▶ Extracted information
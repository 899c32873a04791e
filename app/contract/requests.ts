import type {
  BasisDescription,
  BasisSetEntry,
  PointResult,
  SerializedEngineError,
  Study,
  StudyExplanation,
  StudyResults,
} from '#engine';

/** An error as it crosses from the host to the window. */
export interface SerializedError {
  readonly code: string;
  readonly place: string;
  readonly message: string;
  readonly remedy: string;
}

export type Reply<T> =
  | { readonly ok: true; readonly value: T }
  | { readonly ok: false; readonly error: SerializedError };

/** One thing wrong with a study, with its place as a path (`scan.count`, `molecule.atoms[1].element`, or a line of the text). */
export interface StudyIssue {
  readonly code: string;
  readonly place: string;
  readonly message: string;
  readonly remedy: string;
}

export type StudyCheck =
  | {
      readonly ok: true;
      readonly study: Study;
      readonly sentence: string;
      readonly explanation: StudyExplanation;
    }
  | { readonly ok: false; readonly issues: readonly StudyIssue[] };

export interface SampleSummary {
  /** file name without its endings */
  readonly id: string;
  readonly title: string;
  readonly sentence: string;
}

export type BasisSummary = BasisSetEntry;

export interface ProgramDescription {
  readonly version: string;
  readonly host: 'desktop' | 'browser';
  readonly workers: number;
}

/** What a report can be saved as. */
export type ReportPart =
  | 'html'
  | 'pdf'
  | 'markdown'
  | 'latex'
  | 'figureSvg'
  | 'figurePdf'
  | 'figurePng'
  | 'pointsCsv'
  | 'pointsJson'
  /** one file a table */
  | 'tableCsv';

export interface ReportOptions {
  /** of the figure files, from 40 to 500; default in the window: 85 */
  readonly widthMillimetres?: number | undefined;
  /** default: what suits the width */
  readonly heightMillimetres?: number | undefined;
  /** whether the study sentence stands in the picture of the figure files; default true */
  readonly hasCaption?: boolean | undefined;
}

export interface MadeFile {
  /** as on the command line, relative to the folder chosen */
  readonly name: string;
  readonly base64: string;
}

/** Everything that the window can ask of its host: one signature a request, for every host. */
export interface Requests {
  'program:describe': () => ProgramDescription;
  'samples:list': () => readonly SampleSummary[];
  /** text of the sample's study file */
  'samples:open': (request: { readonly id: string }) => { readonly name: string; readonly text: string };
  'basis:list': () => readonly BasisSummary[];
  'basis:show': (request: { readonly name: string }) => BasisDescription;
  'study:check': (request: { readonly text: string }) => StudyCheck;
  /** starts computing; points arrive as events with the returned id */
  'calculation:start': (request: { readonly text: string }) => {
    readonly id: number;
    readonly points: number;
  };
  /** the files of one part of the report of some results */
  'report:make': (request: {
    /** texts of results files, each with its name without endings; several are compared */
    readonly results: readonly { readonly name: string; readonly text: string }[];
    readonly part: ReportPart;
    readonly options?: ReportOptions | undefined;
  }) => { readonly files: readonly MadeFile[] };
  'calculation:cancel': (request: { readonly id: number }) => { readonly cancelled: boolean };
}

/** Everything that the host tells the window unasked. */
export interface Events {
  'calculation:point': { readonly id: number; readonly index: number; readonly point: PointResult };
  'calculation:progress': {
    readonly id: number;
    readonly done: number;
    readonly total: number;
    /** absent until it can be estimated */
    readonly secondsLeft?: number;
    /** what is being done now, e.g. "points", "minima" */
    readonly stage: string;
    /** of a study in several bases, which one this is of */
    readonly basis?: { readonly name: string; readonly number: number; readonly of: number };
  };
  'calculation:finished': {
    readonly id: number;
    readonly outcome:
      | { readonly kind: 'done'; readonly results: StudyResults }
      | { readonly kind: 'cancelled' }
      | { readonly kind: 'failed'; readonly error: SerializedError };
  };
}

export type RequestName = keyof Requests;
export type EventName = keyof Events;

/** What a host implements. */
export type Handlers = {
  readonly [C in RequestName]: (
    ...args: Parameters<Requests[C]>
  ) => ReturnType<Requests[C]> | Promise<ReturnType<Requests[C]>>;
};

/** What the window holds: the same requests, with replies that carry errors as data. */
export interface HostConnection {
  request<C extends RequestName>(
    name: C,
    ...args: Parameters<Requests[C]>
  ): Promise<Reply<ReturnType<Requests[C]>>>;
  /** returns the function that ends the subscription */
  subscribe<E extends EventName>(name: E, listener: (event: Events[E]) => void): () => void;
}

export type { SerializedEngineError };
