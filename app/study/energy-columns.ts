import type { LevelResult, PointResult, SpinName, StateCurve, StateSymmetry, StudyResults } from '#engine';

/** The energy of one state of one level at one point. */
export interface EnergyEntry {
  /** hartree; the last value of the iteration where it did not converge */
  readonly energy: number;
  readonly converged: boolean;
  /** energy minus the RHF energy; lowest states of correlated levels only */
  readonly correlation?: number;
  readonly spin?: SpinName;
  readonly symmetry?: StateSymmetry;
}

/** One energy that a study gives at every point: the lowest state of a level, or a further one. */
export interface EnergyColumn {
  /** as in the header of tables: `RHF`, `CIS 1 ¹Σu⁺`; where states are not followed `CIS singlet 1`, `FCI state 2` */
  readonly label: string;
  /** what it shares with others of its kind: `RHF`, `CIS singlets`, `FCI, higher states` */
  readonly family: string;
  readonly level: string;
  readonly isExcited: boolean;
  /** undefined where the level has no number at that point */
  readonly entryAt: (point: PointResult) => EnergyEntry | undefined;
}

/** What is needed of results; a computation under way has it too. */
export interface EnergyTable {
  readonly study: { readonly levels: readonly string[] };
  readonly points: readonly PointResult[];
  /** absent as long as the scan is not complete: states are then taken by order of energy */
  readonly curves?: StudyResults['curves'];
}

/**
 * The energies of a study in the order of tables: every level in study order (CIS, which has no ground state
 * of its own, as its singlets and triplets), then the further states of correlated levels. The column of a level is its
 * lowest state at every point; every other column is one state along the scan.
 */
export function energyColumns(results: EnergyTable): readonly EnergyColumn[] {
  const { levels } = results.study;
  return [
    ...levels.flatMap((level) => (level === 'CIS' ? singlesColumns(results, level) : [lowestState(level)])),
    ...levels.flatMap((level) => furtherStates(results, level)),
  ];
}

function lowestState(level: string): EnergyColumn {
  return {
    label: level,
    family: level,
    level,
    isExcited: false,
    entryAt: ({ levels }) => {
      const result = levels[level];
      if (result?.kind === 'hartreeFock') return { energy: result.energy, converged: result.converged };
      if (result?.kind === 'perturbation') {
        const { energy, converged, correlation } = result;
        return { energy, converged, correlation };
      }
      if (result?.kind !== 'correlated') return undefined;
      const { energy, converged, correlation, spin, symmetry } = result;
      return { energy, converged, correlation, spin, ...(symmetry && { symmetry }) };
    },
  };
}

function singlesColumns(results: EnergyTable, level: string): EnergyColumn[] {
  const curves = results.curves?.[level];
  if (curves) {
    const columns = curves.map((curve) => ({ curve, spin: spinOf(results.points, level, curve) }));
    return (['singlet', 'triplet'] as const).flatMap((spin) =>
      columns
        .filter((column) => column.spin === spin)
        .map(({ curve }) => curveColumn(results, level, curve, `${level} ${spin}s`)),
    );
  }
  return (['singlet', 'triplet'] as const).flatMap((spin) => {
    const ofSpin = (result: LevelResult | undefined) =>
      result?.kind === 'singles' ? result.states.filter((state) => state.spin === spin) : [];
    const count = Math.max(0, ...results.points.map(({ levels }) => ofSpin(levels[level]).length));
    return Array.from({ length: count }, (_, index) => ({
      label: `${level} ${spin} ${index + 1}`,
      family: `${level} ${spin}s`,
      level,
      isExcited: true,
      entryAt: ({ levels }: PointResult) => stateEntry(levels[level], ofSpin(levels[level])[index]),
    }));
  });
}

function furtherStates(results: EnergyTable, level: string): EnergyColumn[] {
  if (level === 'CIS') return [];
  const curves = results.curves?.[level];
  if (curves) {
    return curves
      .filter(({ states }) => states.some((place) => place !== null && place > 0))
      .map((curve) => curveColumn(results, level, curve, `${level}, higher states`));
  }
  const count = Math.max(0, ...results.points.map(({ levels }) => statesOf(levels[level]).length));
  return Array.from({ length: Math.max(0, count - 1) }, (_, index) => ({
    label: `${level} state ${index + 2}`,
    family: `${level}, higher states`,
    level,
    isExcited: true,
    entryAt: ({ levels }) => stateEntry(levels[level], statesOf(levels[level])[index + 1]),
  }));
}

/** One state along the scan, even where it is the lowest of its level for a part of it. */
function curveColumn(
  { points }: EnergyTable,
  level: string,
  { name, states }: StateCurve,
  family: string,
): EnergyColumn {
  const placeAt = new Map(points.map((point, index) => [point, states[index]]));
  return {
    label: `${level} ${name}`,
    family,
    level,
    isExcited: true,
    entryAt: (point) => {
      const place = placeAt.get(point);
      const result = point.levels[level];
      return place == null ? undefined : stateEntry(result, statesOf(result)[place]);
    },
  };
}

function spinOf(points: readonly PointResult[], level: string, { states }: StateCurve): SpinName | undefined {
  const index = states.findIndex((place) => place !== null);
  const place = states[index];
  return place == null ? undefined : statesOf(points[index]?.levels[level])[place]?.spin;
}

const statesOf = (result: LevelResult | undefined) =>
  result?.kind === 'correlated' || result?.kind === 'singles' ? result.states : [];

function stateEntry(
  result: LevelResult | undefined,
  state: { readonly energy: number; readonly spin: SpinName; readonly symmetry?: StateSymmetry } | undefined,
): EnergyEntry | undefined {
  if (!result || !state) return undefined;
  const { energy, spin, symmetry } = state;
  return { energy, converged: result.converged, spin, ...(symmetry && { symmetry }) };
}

▶ Exercise
In the listing above, find the line holding "readonly workers: number;" and the line holding "export interface ReportOptions", then output those two lines and every line between them exactly.

▶ Output
  readonly workers: number;
}

/** What a report can be saved as. */
export type ReportPart =
  | 'html'
  | 'pdf'
  | 'markdown'
  | 'latex'
  | 'figureSvg'
  | 'figurePdf'
  | 'figurePng'
  | 'pointsCsv'
  | 'pointsJson'
  /** one file a table */
  | 'tableCsv';

export interface ReportOptions {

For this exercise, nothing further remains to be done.